(DATASET RECORDS)
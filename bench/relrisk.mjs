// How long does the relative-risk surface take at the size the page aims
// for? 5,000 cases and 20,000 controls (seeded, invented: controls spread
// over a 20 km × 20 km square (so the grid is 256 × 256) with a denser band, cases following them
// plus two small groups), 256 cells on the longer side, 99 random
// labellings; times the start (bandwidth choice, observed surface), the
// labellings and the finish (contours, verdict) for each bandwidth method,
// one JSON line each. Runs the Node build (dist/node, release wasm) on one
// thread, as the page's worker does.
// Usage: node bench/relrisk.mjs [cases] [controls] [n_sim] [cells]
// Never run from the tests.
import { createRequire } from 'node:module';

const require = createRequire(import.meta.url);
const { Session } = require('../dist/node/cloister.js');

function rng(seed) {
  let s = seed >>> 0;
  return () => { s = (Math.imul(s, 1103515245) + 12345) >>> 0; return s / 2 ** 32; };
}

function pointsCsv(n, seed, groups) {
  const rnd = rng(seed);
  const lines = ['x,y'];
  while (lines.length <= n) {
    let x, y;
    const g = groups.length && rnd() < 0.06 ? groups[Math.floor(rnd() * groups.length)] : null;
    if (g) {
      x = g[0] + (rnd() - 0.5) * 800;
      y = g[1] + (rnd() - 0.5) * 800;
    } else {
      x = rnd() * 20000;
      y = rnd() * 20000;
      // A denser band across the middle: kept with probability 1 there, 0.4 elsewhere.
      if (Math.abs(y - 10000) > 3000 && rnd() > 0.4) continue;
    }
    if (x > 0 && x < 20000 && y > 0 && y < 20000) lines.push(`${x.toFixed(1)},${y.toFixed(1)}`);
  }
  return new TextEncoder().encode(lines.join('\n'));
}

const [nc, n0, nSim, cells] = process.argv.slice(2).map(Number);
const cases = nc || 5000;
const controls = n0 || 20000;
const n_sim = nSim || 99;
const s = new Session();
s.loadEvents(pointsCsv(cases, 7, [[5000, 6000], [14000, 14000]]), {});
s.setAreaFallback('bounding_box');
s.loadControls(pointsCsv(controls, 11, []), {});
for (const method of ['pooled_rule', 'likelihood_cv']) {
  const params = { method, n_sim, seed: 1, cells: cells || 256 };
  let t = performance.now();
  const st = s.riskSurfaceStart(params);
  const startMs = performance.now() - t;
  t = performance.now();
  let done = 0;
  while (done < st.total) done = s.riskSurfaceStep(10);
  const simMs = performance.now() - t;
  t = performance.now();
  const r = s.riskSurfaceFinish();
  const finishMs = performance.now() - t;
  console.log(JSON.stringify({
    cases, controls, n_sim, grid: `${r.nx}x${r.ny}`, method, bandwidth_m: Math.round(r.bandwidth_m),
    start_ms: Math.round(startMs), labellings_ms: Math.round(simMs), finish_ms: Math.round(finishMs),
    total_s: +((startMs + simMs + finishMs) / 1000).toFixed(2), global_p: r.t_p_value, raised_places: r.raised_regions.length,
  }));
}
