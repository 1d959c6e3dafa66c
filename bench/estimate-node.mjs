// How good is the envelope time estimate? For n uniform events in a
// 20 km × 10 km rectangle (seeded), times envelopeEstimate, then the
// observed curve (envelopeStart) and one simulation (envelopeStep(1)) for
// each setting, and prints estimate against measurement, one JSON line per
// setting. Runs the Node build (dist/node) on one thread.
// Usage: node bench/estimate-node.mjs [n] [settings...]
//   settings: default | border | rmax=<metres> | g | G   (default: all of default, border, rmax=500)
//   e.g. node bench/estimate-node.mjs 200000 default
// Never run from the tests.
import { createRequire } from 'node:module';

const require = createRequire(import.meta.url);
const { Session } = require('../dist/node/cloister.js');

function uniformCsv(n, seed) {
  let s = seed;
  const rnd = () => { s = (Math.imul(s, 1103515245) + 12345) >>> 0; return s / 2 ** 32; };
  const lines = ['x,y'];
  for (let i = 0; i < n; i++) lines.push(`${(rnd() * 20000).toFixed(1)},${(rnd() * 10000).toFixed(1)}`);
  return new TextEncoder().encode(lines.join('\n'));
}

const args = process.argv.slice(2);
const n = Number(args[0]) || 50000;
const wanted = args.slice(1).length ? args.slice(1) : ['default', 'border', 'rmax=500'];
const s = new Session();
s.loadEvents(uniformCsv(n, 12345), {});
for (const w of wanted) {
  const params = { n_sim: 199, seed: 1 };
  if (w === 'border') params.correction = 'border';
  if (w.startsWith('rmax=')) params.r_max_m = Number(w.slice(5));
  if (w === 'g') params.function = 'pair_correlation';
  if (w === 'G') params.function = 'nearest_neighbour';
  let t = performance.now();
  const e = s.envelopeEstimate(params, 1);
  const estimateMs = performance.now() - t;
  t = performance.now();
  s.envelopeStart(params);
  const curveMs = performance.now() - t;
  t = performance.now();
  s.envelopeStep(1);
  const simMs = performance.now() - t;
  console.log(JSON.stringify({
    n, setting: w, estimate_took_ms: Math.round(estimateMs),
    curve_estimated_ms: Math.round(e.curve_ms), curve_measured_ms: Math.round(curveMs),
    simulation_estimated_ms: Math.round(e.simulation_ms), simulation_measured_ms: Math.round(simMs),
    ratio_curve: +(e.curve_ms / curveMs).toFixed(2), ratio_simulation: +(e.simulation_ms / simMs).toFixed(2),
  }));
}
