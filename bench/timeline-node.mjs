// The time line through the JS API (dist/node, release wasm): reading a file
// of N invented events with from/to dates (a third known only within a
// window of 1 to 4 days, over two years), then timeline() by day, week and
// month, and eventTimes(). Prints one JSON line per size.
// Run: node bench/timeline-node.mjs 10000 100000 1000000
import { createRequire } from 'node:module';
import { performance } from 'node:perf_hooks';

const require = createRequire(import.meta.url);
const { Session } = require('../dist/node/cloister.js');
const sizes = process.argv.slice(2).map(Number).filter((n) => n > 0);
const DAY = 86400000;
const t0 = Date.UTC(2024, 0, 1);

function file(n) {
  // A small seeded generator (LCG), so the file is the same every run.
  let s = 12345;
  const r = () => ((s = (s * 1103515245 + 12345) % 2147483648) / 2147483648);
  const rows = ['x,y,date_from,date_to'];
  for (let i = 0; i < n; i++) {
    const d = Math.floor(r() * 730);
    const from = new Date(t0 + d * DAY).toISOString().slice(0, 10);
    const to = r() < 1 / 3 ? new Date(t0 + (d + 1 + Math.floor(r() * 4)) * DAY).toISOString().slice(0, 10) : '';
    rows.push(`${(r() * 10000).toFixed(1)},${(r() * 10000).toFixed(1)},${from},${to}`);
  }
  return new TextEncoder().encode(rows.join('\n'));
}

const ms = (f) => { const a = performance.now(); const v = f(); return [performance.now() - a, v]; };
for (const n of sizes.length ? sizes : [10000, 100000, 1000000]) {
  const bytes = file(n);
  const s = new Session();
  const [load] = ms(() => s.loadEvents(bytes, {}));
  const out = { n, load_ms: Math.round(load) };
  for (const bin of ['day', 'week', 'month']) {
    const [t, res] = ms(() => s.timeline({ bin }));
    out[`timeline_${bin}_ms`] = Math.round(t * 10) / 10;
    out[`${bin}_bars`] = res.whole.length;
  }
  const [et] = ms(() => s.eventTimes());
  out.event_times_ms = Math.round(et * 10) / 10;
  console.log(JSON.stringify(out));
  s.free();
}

(WHAT IS NEEDED) When a line in the listing above holds the word "week", copy it.

(OUTPUT)
// window of 1 to 4 days, over two years), then timeline() by day, week and
  for (const bin of ['day', 'week', 'month']) {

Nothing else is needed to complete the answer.